Soweit ich das verstanden habe, sind aus christians Frage nun zwei
Diskussionsansaetze entstanden:

1. Das eher physikalische Problem des Geraeuschquellensortierens
2. Das eher soziale Problem in einem grossen menschengewirr den Kontakt
   aufrecht zu erhalten, bzw. zu knuepfen.

Vielleicht sollte ich erst kurz zu mir was sagen, bevor ich mich zu den
beiden Punkten aeussere. Ich war von Geburt an sehbehindert und mein Sehrest
wurde im Laufe der Jahre immer geringer, so dass ich im Alter von 18 Jahren
voellig erblindet bin. Seit Oktober 1995 studiere ich an der Uni in
Heidelberg und wohne hier in einem Wohnheim. Zuvor lebte ich in Marburg an
der Lahn, wo sich mein Bekannten- und Freundeskreis weitestgehend aus
Leuten zusammensetzte, die ebenfalls blind oder sehbehindert waren. Zu
jener Zeit habe ich ueber solche Themen noch nicht viel nachgedacht. Wenn
man sich verabredete war klar, dass der Treffpunkt gut zu finden sein muss
und besonders laute Kneipen wurden gemieden. Irgendwann wurde mir Marburg
"zu eng" und ich beschloss mein Studium in einer anderen Stadt zu beginnen.
Neben der neuen Stadt und der neuen Aufgabe, kamen noch viele weitere
Veraenderungen hinzu. Hier in Heidelberg habe ich nur sehr wenig Kontakt mit
anderen blinden/sehbehinderten Studenten. Zuerst stoerte mich das nicht
besonders. Aber nach und nach fielen mir immer mehr Situationen auf, wo ich
wegen meiner "Sonderrolle" ins gruebeln kam - und natuerlich immer noch
komme.

Zu 1:
Dem was hier bereits mehrfach berichtet wurde, kann ich mich nur
anschliessen. Auch mir faellt es schwer in einer lauten Geraeuschkulisse meine
Gespraechspartner herauszufiltern. Selbst wenn mir das einigermassen gelingt,
so gelingt mir das aber nur mit einem gehoerigen Mass an Konzentration, so
dass ich manchmal nach ein oder zwei Stunden am Ende bin und mich entweder
aus dem Gespraech rausziehe, oder gar die Runde verlasse. Bei guten Freunden
mache ich manchmal auf die Problematik aufmerksam. Gelegentlich koennen so
Kleinigkeiten etwas abhilfe schaffen.
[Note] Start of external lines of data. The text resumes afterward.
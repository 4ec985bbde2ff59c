/* stubs.c - TEMPORARY weak fallbacks so the program links while subcommands
 * are being written; each real definition overrides its stub. Removed once
 * every subcommand exists. */
#include "cli/cli.h"

#define STUB(fn, name)                                                                         \
    __attribute__((weak)) int fn(int argc, char **argv)                                        \
    {                                                                                          \
        (void)argc;                                                                            \
        (void)argv;                                                                            \
        sg_cli_errorf("'%s' is not available in this build", name);                            \
        return SG_EXIT_INPUT;                                                                  \
    }

STUB(sg_cli_reduce, "reduce")
STUB(sg_cli_check, "check")
STUB(sg_cli_plan, "plan")
STUB(sg_cli_cal, "cal")
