static int cal_status(const struct cal_opts *o)
{
    if (o->n_args != 0) {
        sg_cli_errorf("'cal status' takes no arguments (see 'sedgrade cal --help')");
        return SG_EXIT_INPUT;
    }
    struct sg_date d;
    if (!parse_date_opt(o, &d))
        return SG_EXIT_INPUT;
    struct sg_cal_register reg;
    struct sg_diag_list diags = {0};
    struct sg_error err;
    enum sg_status st = sg_calibio_load_register(o->register_dir, &reg, &diags, &err);
    /* A failure with no file reported is the folder's own (missing, a file, unreadable) or memory. */
    if (st != SG_OK && diags.n == 0) {
        sg_cli_report(NULL, &err);
        sg_cal_register_release(&reg);
        sg_diag_release(&diags);
        return sg_cli_exit_for(st);
    }
    for (size_t i = 0; i < diags.n; i++)
        sg_cli_report(NULL, &diags.items[i]);
    char dt[11];
    sg_date_format(d, dt);
    if (o->csv)
        printf("instrument,kind,status,due_date,days_to_due,last_event_date,last_event,location,reason\n");
    else
        printf("register %s on %s (due soon = within %zu days)\n%-13s %-12s %-15s %-11s %6s  %s\n", o->register_dir,
               dt, o->within_days, "instrument", "kind", "status", "due", "days", "reason / location");
    int rc = diags.n > 0 ? SG_EXIT_INPUT : SG_EXIT_OK;
    for (size_t i = 0; i < reg.n; i++) {
        const struct sg_cal_instrument *ins = &reg.items[i];
        struct sg_cal_status s;
        if (sg_cal_status(ins, d, (long)o->within_days, &s, &err) != SG_OK) {
            sg_cli_errorf("%s: %s", ins->id, err.msg);
            rc = SG_EXIT_INPUT;
            continue;
        }
        char due[11] = "", days[24] = "", last[11] = "";
        if (s.has_due) {
            sg_date_format(s.due, due);
            (void)snprintf(days, sizeof days, "%ld", s.days_to_due);
        }
        if (s.last_event >= 0)
            sg_date_format(ins->events[s.last_event].date, last);
        if (o->csv) {
            csv_field(ins->id, false);
            csv_field(sg_cal_kind_name(ins->kind), false);
            csv_field(sg_cal_state_name(s.state), false);
            csv_field(due, false);
            csv_field(days, false);
            csv_field(last, false);
            csv_field(s.last_event >= 0 ? sg_cal_event_type_name(ins->events[s.last_event].type) : "", false);
            csv_field(s.location, false);
            csv_field(s.reason, true);
        } else {
            printf("%-13s %-12s %-15s %-11s %6s  %s\n", ins->id, sg_cal_kind_name(ins->kind),
                   sg_cal_state_name(s.state), due[0] ? due : "-", days[0] ? days : "-",
                   s.reason[0] ? s.reason : s.location);
        }
    }
    sg_cal_register_release(&reg);
    sg_diag_release(&diags);
    return rc;
}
Z.B. so umsetzen, dass ich die
Lautsprecherbox nicht mehr im Ruecken habe oder in eine Ecke umziehen. Auch
als hilfreich finde ich das verstopfen der Ohren mit kleinen Kuegelchen aus
Papiertaschentuch. Dies daemmt die Geraeuschkulisse etwas ab. Das Klangbild
ist nicht mehr so scharf, wobei die Stimmen in unmittelbarer Naehe immer
noch relativ verstaendlich bleiben. Ich habe den Eindruck (was hier auch
schon angeklungen ist), dass das Betrachten der anderen Gespraechspersonen
fuer das filtern aeusserst hilfreich ist. Bekannte, die ich gebeten habe sich
einmal nur aufs Gehoer zu verlassen, berichteten, ihnen seien alle
Nebengeraeusche wahnsinnig laut vorgekommen und das Zuhoeren habe ihnen
extreme Schwierigkeiten bereitet.

Zu 2:
Das ist eine Thematik, mit der ich mich hier schon haeufig auseinandersetzen
musste. Bei groesseren Partys habe ich schon oft einiges an Frust wegstecken
muessen, weil das mit der Kontaktaufnahme eben nicht immer so toll
funktioniert. ich fuehle mich in eine passive Rolle gedraengt, was mich
nervt, denn eigentlich gehe ich auf Leute zu. Dann stehe ich irgendwo, mit
einem Bier in der Hand, herum und warte, dass sich vieleicht etwas tut.
Manchmal habe ich Glueck und Jemand den ich kenne, oder der mich nett
findet, kommt vorbei, oftmals aber nicht und dann steh ich da oder geh eben
ein bisschen Tanzen. Tja, und wenn ich fuer meinen Geschmack genug
herumgestanden bin, gebe ich auf und verschwinde. Das klingt jetzt ziemlich
negativ, war's auch oft schon. ich habe fuer mich die Konsequenz daraus
gezogen, dass ich zu grossen Partys nicht mehr alleine hingehe. ,

sehr selten gelang es mir auf solchen Grossveranstaltungen mich irgendwo
einzuklinken. Wenn ueberhaupt, dann nur in Bereichen, wo es etwas ruhiger
war. Je kleiner, bzw. leiser, die Veranstaltung ist, umso einfacher geht
das. Die besten Erfahrungen habe ich auf irgendwelchen Wohnungsstehpartys
gemacht. ich versuche irgendwelchen Leuten zuzuhoeren und geh dann
dazwischen. Wenn ich irgendwo dabei stehe "verheimliche" ich nicht, dass ich
zuhoere. Dreh mich also zu ihnen hin und lache beispielsweise, wenn einer
etwas lustiges erzaehlt. ich moechte die Leute ja nicht ueberrumpeln und
sollte ihnen das bereits unangenehm sein, so wuerden sie bestimmt mich nicht
in ihr Gespraech miteinbeziehen wollen. Wenn mir die Situation sympatisch
erscheint, sage ich irgendwas zu dem Gespraechsthema. Das haengt natuerlich
immer von dem jeweiligen Kontext ab, aber in der Regel werfe ich eine
Aussage in den Raum. Dann schaue ich mir an, wie sie reagieren. Schauen sie
nur kurz rueber und meinen "ah ja, schon..." oder sprechen sie mich an. Bei
Ersterem wende ich mich diskret ab und versuch mein Glueck woanders.
Natuerlich geht das manchmal auch daneben und mir ist das dann auch etwas
peinlich, aber ich denke, ein bisschen Risiko gehoert eben dazu.